1812: The Rivers of War
- Hardback cover of The Rivers of War
- Author: Eric Flint
- Language: English
- Series: Trail of Glory series
- Genre: Alternate history
- Publisher: Del Rey
- Publication date: 2005
- Publication place: United States
- Media type: Print (hardback & paperback) & E-book
- Pages: 528 pp (softcover edition)
- ISBN: 0-345-46568-7 (softcover edition)
- OCLC: 74908064
- Followed by: 1824: The Arkansas War

= 1812: The Rivers of War =

2005 novel by Eric Flint

1812: The Rivers of War is a 2005 alternate history novel by American writer Eric Flint.
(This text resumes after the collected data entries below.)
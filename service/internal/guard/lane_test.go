package guard

import (
	"context"
	"errors"
	"sync"
	"sync/atomic"
	"testing"
	"time"

	"google.golang.org/protobuf/proto"

	pb "floatrail/api/floatrail/v1"
)

func TestLaneServesInOrderOfArrival(t *testing.T) {
	waiting := make(chan int, 100)
	l := NewLane(1, 5, func(w, _ int) { waiting <- w })
	ctx := context.Background()
	if err := l.Enter(ctx); err != nil {
		t.Fatal(err)
	}
	<-waiting
	var order []int
	var wait sync.WaitGroup
	for i := range 5 {
		wait.Go(func() {
			if err := l.Enter(ctx); err != nil {
				t.Error(err)
				return
			}
			order = append(order, i) // one runs at once
			l.Leave()
		})
		for w := range waiting {
			if w == i+1 {
				break
			}
		}
	}
	if err := l.Enter(ctx); !errors.Is(err, errFull) {
		t.Errorf("the sixth: %v", err)
	}
	l.Leave()
	wait.Wait()
	for i, who := range order {
		if who != i {
			t.Fatalf("served as %v", order)
		}
	}
	if l.running != 0 || len(l.queue) != 0 {
		t.Errorf("%d run, %d wait", l.running, len(l.queue))
	}
}

func TestLaneForgetsWhoLeavesTheQueue(t *testing.T) {
	l := NewLane(1, 2, func(int, int) {})
	if err := l.Enter(context.Background()); err != nil {
		t.Fatal(err)
	}
	ctx, cancel := context.WithTimeout(context.Background(), 5*time.Millisecond)
	defer cancel()
	if err := l.Enter(ctx); !errors.Is(err, context.DeadlineExceeded) {
		t.Error(err)
	}
	if err := l.Enter(ctx); !errors.Is(err, context.DeadlineExceeded) {
		t.Error("an ended context entered", err)
	}
	if len(l.queue) != 0 {
		t.Error("it still waits")
	}
	l.Leave()
	if l.running != 0 {
		t.Errorf("%d run", l.running)
	}
}

func TestLaneOfACall(t *testing.T) {
	g := &Guard{Lanes: Lanes{ClosedForm: NewLane(1, 0, nil), Simulation: NewLane(1, 0, nil)}}
	on, off := &pb.Options{Simulate: proto.Bool(true)}, &pb.Options{Simulate: proto.Bool(false)}
	for _, c := range []struct {
		method string
		req    any
		want   *Lane
	}{
		{"ReviewStage", &pb.ReviewStageRequest{}, g.Lanes.ClosedForm},
		{"ReviewStage", &pb.ReviewStageRequest{Options: off}, g.Lanes.ClosedForm},
		{"ReviewStage", &pb.ReviewStageRequest{Options: on}, g.Lanes.Simulation},
		{"CheckTransientStress", &pb.CheckTransientStressRequest{Options: on}, g.Lanes.Simulation},
		{"SizeSupply", &pb.SizeSupplyRequest{}, g.Lanes.ClosedForm},
		{"ListDataGaps", &pb.ListDataGapsRequest{}, g.Lanes.ClosedForm},
		{"StudyAlternates", &pb.StudyAlternatesRequest{}, g.Lanes.Simulation},
		{"StudyTolerances", nil, g.Lanes.Simulation},
		{"ListRules", &pb.ListRulesRequest{}, nil},
		{"GetRule", &pb.GetRuleRequest{}, nil},
	} {
		if got := g.lane("/floatrail.v1.FloatRail/"+c.method, c.req); got != c.want {
			t.Errorf("%s %v: another lane", c.method, c.req)
		}
	}
}

// However calls come, wait, give up and leave: never more run than may, and in the end nobody runs or waits.
func TestLaneUnderContention(t *testing.T) {
	const width = 3
	l := NewLane(width, 8, func(int, int) {})
	var running, entered, full atomic.Int32
	var wait sync.WaitGroup
	for i := range 200 {
		wait.Go(func() {
			ctx, cancel := context.WithTimeout(context.Background(), time.Duration(i%7)*time.Millisecond)
			defer cancel()
			switch err := l.Enter(ctx); {
			case err == nil:
				if running.Add(1) > width {
					t.Error("too many run")
				}
				entered.Add(1)
				time.Sleep(time.Millisecond)
				running.Add(-1)
				l.Leave()
			case errors.Is(err, errFull):
				full.Add(1)
			}
		})
	}
	wait.Wait()
	if l.running != 0 || len(l.queue) != 0 || entered.Load() == 0 || full.Load() == 0 {
		t.Errorf("%d run, %d wait, %d entered, %d found it full", l.running, len(l.queue), entered.Load(), full.Load())
	}
}
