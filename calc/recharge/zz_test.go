package recharge

import (
	"testing"
)

func TestZZ(t *testing.T) {
	p := benchPeriod(t)
	p.SteadyState()
	hist := map[int]int{}
	for _, r := range readReference(t) {
		p := r.period()
		hist[p.SteadyState().Iterations]++
	}
	t.Log(hist)
}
The book was originally published in hardcover as simply The Rivers of War. In 2006, the text was made available at the Baen Free Library.

==Plot==
The story, which takes place in 1814–15, centers around an alternate historical version of the War of 1812. The point of divergence occurs at the Battle of Horseshoe Bend in March 1814, where Sam Houston, who was seriously injured in real history, sustains only a minor injury and is able to continue fighting. This leads to many changes down the line, culminating in the formation of the Confederacy of Arkansas.

==Reception==
Publishers Weekly gave the book a positive review, stating, "Flint (1632) offers historical figures rarely seen in fiction, such as James Monroe, in pre-Doctrine days, and the British general Robert Ross (not killed outside Baltimore); thorough scholarship in Napoleonic-era warfare; and strong, credible women. Fans will cheer even louder if this outstanding start turns out to be the first of a long saga."